◆ **What is needed**:
In the listing below, find the line holding "small = [i for" and the line holding "below the threshold". Write out those two lines and all lines between, exactly, and nothing more.

Records for this task section start

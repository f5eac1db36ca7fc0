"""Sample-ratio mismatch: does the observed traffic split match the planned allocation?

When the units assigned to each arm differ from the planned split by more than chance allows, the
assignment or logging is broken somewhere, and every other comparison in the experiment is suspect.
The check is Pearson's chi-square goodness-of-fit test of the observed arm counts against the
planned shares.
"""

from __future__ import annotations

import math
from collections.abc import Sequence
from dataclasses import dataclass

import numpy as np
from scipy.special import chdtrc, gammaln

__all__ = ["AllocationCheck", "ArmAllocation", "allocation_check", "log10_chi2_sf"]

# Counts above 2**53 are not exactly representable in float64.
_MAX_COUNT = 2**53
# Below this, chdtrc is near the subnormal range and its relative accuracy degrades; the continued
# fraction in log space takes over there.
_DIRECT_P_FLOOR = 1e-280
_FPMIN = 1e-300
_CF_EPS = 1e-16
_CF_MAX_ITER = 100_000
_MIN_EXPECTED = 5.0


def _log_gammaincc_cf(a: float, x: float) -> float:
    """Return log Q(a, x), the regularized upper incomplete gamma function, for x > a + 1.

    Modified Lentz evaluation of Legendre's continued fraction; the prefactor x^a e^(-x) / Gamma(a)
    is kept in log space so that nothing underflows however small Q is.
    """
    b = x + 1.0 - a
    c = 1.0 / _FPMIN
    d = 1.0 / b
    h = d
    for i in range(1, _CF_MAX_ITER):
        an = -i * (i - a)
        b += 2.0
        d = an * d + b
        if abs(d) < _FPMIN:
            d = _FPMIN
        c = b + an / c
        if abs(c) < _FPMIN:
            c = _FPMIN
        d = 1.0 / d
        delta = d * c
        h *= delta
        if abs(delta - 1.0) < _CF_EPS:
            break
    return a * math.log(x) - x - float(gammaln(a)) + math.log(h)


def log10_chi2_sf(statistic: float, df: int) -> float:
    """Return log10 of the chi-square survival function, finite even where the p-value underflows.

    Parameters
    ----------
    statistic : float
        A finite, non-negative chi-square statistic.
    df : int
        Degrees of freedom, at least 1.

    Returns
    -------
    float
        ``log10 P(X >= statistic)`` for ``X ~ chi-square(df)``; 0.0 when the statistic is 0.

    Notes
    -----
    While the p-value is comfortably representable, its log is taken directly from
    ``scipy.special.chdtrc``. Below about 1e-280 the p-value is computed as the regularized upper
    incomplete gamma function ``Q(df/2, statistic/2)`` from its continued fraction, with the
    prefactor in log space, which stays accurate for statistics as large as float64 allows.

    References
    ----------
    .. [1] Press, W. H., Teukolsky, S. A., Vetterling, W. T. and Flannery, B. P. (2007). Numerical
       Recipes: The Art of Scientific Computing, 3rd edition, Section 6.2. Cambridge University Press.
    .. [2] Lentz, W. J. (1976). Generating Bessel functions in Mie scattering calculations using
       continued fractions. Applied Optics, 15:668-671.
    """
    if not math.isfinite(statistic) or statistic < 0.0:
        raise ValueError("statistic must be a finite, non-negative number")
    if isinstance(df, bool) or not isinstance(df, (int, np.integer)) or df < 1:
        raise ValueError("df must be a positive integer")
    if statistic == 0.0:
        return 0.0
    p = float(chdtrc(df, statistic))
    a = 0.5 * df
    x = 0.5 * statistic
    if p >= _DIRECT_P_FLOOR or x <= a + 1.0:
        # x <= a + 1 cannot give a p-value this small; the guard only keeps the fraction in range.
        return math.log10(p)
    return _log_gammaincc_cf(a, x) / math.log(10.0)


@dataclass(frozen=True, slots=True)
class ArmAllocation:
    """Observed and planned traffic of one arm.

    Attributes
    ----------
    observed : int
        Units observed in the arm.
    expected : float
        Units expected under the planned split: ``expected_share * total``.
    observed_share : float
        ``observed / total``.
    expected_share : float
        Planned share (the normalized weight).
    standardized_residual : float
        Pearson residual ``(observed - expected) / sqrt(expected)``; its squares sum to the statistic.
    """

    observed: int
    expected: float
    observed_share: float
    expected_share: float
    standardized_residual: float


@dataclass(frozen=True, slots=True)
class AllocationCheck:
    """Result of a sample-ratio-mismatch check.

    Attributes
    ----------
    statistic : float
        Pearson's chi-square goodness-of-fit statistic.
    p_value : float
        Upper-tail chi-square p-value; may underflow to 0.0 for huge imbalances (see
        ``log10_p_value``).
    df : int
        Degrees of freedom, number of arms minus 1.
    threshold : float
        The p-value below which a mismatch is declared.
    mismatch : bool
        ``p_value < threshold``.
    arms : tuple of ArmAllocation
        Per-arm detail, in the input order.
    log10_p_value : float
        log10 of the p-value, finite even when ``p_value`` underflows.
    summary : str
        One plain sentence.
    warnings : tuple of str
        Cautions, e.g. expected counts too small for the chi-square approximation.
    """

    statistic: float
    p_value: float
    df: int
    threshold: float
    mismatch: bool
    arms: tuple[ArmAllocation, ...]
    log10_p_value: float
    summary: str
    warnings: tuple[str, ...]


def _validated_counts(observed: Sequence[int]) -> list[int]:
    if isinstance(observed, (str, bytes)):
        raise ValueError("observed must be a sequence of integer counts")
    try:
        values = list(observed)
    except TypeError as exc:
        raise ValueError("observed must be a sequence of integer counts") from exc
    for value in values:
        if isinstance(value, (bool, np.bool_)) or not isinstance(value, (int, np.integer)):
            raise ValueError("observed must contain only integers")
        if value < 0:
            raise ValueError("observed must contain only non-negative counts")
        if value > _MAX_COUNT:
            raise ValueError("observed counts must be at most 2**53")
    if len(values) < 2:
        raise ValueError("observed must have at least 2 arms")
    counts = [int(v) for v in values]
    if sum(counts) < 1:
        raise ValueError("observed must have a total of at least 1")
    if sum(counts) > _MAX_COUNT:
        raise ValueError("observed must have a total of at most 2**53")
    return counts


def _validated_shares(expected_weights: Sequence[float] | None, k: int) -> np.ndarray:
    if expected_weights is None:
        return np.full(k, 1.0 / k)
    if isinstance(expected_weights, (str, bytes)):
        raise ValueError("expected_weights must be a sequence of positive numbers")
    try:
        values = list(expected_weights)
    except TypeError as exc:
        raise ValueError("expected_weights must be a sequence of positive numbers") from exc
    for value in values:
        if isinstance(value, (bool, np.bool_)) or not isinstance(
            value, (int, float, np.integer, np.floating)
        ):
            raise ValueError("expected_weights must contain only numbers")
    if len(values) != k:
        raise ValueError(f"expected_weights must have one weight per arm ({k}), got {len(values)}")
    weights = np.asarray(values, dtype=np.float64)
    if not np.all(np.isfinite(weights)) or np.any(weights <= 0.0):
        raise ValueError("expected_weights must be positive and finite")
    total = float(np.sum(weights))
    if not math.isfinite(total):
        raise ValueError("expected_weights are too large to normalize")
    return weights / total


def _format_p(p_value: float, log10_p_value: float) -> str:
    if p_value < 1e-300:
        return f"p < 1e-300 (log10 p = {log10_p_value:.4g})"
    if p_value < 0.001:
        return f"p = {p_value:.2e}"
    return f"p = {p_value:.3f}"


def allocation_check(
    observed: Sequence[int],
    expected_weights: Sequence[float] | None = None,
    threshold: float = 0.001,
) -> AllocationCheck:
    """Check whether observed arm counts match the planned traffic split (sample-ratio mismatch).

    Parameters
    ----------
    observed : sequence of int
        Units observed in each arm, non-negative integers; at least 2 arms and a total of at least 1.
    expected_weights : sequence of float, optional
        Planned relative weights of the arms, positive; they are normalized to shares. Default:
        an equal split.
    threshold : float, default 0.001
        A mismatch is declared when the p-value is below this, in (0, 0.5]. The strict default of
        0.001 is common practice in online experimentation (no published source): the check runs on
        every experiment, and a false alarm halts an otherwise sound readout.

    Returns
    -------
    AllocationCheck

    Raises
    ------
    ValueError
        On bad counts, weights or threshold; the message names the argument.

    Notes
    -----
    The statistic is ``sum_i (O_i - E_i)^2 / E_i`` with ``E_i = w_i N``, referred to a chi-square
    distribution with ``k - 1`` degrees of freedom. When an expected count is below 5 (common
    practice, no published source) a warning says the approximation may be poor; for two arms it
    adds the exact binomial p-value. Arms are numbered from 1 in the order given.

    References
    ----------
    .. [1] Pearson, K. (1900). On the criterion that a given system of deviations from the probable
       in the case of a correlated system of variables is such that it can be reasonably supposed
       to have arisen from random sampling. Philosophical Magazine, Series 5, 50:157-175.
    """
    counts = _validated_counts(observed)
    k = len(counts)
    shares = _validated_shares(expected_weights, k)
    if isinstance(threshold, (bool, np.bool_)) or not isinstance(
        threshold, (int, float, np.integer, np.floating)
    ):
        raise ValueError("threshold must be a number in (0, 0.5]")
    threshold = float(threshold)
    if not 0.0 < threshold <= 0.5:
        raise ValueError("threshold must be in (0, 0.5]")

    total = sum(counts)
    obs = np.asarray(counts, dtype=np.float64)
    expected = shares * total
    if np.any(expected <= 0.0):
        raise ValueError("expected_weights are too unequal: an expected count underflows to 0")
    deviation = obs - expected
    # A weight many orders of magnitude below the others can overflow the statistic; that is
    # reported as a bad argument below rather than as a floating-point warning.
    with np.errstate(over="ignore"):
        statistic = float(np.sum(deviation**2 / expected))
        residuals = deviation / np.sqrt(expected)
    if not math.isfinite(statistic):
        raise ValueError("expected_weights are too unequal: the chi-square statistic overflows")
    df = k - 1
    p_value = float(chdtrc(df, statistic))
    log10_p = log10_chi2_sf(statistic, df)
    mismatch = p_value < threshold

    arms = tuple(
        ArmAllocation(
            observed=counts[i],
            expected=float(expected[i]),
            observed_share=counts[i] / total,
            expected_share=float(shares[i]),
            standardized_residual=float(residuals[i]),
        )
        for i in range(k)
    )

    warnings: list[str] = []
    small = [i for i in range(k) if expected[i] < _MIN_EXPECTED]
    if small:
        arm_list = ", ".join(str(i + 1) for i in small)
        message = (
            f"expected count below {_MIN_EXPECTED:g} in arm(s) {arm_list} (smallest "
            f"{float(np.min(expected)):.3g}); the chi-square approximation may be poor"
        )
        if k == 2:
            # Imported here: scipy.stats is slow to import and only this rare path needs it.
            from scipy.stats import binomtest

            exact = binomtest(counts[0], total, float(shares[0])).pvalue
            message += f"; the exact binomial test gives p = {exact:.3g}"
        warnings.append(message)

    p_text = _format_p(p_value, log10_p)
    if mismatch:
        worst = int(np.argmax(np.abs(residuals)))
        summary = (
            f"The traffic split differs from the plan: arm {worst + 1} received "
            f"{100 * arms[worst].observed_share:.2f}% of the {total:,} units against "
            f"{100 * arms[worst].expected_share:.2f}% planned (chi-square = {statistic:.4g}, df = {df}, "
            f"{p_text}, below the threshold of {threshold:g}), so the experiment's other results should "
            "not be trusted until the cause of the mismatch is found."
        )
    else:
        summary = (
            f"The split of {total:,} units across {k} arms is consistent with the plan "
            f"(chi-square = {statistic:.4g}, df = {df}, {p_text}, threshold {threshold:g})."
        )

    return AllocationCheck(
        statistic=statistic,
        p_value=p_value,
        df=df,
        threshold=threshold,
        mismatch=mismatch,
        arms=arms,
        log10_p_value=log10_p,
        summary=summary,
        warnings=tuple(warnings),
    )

Records for this task section end
Records for this task section start

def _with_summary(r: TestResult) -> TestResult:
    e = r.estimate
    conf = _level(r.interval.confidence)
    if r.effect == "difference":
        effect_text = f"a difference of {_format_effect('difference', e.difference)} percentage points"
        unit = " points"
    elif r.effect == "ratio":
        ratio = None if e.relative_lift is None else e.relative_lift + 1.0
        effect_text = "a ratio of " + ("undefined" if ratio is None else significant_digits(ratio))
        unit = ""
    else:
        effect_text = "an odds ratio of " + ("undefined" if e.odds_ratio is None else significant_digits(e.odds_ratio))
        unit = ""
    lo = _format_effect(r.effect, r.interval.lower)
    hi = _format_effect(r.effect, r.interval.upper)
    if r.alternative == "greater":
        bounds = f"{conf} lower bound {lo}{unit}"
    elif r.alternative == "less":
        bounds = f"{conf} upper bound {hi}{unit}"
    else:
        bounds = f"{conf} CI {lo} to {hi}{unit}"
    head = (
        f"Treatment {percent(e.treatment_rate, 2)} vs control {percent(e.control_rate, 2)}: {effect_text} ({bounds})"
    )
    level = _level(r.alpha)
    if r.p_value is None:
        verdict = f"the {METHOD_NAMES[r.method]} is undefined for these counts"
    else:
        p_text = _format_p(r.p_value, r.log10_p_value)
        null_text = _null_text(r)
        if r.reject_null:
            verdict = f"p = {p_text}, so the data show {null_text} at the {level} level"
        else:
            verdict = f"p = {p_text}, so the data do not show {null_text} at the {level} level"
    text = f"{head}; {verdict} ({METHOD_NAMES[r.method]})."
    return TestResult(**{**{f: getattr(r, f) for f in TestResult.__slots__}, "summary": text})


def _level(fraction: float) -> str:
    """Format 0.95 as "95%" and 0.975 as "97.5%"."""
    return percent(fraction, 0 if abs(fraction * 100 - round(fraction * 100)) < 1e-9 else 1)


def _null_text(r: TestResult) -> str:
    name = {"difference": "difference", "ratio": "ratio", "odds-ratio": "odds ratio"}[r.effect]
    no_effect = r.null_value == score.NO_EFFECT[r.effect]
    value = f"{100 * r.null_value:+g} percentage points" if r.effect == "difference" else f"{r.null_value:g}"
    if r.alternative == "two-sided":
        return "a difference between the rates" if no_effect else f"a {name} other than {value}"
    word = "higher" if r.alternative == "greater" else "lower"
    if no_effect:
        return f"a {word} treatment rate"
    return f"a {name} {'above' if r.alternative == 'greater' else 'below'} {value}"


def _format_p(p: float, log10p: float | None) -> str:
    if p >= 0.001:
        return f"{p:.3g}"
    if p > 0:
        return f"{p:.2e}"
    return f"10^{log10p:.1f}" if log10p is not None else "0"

Records for this task section end
Records for this task section start

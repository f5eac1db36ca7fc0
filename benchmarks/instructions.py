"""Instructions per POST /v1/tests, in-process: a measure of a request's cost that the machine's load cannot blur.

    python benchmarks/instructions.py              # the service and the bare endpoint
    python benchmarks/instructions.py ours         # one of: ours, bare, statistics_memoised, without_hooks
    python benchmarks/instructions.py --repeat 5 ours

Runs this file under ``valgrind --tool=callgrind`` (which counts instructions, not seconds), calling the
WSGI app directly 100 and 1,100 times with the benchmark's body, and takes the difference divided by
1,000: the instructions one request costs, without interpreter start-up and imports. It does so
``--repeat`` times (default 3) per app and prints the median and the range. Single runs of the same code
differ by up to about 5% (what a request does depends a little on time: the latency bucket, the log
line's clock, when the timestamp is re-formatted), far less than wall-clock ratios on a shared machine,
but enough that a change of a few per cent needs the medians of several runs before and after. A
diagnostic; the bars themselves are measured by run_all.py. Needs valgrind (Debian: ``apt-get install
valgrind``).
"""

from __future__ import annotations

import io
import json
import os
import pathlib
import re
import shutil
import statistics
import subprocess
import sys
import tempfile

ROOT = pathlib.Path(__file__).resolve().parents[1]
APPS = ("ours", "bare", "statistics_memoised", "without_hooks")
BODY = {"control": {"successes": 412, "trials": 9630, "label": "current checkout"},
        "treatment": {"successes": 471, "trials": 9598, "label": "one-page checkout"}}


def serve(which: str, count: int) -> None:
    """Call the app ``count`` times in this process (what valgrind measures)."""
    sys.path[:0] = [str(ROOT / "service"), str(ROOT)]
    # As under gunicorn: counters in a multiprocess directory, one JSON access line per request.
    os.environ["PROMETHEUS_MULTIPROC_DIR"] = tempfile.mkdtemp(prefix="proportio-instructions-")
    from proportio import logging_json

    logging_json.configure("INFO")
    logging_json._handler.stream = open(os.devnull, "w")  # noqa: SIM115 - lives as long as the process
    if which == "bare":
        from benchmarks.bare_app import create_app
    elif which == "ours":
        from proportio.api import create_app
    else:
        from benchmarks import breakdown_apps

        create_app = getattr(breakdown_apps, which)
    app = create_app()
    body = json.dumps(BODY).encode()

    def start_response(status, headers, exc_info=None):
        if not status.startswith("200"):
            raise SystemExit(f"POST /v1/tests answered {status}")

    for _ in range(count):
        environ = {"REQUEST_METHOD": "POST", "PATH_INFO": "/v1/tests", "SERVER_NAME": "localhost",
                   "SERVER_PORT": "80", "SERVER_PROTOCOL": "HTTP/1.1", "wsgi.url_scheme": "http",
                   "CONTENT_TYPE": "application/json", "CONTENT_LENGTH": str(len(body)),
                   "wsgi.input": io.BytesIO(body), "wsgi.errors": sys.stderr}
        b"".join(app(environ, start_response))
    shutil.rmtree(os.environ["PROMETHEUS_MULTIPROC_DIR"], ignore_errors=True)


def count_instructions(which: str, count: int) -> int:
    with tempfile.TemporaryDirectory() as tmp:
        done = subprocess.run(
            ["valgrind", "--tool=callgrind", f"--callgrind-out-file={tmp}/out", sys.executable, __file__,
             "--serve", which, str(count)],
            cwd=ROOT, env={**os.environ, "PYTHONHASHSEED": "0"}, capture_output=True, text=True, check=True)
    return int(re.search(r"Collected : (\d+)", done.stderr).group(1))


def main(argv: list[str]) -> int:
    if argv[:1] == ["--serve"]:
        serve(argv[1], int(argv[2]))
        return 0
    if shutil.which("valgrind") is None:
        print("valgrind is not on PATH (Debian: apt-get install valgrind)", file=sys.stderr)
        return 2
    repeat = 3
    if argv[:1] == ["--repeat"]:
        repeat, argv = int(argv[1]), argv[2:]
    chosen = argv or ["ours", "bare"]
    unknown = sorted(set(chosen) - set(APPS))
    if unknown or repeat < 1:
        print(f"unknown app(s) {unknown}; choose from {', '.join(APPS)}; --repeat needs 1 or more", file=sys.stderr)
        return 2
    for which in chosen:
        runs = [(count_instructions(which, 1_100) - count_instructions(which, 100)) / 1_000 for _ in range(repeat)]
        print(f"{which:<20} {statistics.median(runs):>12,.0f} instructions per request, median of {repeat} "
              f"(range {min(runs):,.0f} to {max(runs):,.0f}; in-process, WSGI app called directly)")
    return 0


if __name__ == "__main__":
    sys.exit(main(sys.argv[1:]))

Records for this task section end

◆ **Answer space**:
    small = [i for i in range(k) if expected[i] < _MIN_EXPECTED]
    if small:
        arm_list = ", ".join(str(i + 1) for i in small)
        message = (
            f"expected count below {_MIN_EXPECTED:g} in arm(s) {arm_list} (smallest "
            f"{float(np.min(expected)):.3g}); the chi-square approximation may be poor"
        )
        if k == 2:
            # Imported here: scipy.stats is slow to import and only this rare path needs it.
            from scipy.stats import binomtest

            exact = binomtest(counts[0], total, float(shares[0])).pvalue
            message += f"; the exact binomial test gives p = {exact:.3g}"
        warnings.append(message)

    p_text = _format_p(p_value, log10_p)
    if mismatch:
        worst = int(np.argmax(np.abs(residuals)))
        summary = (
            f"The traffic split differs from the plan: arm {worst + 1} received "
            f"{100 * arms[worst].observed_share:.2f}% of the {total:,} units against "
            f"{100 * arms[worst].expected_share:.2f}% planned (chi-square = {statistic:.4g}, df = {df}, "
            f"{p_text}, below the threshold of {threshold:g}), so the experiment's other results should "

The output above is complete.